Dataset excerpts
= Beginning of Section =
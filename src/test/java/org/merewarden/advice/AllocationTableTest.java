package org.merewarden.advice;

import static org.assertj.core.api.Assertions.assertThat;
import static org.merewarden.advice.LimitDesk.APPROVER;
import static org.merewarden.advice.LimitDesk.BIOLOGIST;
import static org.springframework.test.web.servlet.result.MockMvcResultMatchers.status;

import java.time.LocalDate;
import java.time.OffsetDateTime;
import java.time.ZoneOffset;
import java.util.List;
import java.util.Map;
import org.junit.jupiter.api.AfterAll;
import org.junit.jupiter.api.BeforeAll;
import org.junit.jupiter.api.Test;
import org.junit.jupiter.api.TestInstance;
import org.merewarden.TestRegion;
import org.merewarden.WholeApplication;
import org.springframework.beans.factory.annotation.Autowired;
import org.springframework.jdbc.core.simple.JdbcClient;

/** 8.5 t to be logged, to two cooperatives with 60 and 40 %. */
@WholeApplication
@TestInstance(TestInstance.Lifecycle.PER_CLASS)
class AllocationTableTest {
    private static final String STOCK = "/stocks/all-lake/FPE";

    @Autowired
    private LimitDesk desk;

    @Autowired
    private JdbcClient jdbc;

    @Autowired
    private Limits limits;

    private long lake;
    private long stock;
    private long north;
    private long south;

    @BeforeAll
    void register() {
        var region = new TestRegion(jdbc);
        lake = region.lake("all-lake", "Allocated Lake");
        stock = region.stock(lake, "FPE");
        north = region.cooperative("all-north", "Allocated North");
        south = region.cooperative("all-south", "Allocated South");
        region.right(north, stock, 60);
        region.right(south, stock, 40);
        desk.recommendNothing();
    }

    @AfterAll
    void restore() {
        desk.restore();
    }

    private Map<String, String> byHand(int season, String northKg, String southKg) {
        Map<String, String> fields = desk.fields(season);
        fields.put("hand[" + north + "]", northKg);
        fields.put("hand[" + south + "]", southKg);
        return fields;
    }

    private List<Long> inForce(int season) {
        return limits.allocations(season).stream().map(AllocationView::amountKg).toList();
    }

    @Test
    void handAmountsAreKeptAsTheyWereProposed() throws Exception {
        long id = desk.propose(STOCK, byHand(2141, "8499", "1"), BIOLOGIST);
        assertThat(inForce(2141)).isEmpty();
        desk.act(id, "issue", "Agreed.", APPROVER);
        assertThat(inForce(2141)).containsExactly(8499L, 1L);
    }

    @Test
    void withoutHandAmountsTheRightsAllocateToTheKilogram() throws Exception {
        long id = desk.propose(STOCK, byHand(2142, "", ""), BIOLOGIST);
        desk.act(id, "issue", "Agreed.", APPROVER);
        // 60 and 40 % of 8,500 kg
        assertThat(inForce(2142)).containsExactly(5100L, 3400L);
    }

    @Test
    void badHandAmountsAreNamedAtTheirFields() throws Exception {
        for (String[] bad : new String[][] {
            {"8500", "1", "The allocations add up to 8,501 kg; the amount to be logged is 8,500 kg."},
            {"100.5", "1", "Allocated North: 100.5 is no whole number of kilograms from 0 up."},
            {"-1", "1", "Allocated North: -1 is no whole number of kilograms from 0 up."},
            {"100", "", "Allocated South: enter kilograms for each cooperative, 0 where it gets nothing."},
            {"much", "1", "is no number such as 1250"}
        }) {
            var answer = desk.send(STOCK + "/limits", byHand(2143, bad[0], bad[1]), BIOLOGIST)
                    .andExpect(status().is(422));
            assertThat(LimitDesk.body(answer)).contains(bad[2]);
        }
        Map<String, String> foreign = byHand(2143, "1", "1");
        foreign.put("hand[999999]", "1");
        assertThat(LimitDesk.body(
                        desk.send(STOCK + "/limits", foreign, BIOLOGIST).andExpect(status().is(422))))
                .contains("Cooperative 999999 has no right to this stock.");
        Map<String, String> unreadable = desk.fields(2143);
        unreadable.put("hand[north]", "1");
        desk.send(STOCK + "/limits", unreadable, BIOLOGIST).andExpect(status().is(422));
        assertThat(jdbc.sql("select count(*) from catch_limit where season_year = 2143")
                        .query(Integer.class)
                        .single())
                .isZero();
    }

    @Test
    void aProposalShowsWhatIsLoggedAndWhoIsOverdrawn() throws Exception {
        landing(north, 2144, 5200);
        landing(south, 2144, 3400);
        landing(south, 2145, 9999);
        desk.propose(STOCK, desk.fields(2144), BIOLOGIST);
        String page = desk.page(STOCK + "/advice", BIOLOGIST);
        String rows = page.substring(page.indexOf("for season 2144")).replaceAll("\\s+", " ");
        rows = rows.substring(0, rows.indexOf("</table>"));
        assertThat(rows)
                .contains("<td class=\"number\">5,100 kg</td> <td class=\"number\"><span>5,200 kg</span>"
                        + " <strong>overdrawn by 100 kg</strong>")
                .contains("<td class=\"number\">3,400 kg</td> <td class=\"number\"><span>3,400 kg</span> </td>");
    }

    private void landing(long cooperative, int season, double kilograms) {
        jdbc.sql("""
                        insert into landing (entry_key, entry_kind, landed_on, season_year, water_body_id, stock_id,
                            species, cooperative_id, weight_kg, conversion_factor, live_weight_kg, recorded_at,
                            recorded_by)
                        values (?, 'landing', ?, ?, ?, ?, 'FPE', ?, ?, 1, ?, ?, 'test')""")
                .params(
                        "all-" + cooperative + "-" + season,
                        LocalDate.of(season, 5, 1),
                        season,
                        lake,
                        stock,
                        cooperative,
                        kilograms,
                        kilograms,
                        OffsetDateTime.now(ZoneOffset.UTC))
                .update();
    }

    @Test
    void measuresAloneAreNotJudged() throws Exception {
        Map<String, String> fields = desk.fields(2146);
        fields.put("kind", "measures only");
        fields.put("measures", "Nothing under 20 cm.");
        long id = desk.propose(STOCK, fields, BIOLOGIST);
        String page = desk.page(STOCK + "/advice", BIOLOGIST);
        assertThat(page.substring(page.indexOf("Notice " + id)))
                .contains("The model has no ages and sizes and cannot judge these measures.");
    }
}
= End of Section =
= Beginning of Section =
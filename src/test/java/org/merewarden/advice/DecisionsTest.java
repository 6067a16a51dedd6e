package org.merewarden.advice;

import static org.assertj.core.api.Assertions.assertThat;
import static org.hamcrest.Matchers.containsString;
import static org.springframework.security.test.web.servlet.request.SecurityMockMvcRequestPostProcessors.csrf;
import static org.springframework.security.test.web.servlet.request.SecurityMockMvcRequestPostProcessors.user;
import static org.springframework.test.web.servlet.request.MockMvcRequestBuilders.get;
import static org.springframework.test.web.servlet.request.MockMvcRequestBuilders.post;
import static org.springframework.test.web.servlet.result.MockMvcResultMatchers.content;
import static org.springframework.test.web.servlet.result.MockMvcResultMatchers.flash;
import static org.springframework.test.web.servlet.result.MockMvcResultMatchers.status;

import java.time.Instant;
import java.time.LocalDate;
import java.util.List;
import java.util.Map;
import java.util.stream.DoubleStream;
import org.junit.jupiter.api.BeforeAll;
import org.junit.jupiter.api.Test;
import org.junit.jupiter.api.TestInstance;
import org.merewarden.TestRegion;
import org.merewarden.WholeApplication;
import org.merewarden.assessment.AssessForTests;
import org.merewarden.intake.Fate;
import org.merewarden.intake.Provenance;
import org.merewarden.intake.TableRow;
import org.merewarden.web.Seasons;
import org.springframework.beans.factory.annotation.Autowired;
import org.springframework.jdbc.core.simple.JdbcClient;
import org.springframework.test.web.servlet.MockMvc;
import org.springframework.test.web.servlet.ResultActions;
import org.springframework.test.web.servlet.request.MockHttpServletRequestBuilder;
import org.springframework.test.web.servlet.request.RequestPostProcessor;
= End of Section =
= Beginning of Section =
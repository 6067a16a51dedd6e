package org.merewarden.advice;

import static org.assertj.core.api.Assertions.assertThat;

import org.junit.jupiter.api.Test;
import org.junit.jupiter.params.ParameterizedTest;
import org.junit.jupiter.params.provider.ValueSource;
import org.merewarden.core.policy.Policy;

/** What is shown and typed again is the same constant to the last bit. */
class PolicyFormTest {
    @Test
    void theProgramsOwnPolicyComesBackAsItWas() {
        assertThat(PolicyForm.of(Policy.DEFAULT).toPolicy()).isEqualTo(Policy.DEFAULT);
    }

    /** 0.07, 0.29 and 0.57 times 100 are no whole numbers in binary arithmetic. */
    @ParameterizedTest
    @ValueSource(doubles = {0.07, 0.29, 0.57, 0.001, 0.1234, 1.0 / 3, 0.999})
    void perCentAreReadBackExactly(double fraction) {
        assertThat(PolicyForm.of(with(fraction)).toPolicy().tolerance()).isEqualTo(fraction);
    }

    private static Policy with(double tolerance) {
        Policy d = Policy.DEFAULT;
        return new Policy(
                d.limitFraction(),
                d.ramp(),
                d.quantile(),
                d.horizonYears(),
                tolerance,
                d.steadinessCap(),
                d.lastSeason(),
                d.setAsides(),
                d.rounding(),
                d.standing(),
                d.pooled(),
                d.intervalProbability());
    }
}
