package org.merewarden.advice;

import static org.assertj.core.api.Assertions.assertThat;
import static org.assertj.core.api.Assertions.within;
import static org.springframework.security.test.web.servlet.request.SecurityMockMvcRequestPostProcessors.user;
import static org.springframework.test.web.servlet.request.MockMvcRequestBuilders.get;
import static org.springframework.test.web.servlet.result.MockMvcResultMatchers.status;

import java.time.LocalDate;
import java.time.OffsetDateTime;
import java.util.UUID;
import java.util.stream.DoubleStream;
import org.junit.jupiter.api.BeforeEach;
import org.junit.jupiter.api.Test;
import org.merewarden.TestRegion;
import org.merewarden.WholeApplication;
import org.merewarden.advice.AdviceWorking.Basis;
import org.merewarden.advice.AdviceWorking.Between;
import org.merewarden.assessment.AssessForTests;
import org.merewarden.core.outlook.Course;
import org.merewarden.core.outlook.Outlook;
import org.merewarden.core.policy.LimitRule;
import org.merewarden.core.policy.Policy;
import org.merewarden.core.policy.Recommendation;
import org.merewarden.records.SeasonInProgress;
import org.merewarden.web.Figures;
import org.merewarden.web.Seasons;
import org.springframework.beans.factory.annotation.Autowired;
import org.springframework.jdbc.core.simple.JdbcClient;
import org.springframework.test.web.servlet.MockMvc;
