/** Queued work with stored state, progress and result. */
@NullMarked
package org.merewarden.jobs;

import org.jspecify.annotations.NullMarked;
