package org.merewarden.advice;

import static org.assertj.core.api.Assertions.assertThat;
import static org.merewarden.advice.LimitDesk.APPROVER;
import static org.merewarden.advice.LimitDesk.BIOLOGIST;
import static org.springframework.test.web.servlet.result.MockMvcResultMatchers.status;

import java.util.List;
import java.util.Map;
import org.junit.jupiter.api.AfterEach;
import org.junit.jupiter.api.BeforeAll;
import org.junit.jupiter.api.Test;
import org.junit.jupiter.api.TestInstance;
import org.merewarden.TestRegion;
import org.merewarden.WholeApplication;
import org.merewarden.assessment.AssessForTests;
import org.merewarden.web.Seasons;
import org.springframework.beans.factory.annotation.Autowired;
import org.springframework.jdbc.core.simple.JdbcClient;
= End of Section =
The range runs from the line above containing "import org.junit.jupiter.api.BeforeEach;" to the line containing "import org.merewarden.advice.AdviceWorking.Between;", inclusive. Restate those lines word for word and no others.

import org.junit.jupiter.api.BeforeEach;
import org.junit.jupiter.api.Test;
import org.merewarden.TestRegion;
import org.merewarden.WholeApplication;
import org.merewarden.advice.AdviceWorking.Basis;
import org.merewarden.advice.AdviceWorking.Between;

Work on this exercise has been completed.